→ RECORDS FOR THE EXERCISE:
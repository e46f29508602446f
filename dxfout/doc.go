// Package dxfout draws a cut sheet it is handed (a *detail.Sheet) as DXF
// (AutoCAD 2000 ASCII, written with github.com/yofu/dxf): the cut sheet
// for people and the geometry-only CAM file of each part. It knows nothing
// of limit states or of how the sheet was laid out.
//
// Units: drawing units are the sheet's (inches for us, $INSUNITS 1 and
// $MEASUREMENT 0; millimetres for si, $INSUNITS 4 and $MEASUREMENT 1),
// 1:1. Axes: x to the right, y up; angles counter-clockwise in degrees.
// $EXTMIN/$EXTMAX are computed here from what is drawn (text by a generous
// estimate of its box), not by the library.
//
// Layers are plain words of our own, one per operation: contour, holes,
// dimensions, reference, notes, title. A CAM file has entities on contour
// and holes only: the closed outer contour as an LWPOLYLINE, round holes
// as CIRCLEs, slots as closed LWPOLYLINEs with bulge arcs.
//
// The library keeps its default layer, line types and text style in
// package-level variables shared by every drawing, so every drawing is
// built and written under one mutex, and the text style's last height is
// pinned. Output is byte-identical for the same sheet: no timestamps, and
// handles follow drawing order.
package dxfout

→ WHAT YOU SHOULD DO: Identify the lines of the data that contain the word "library". Copy each of them.

→ SOLUTION TO THIS EXERCISE:
// estimate of its box), not by the library.
// The library keeps its default layer, line types and text style in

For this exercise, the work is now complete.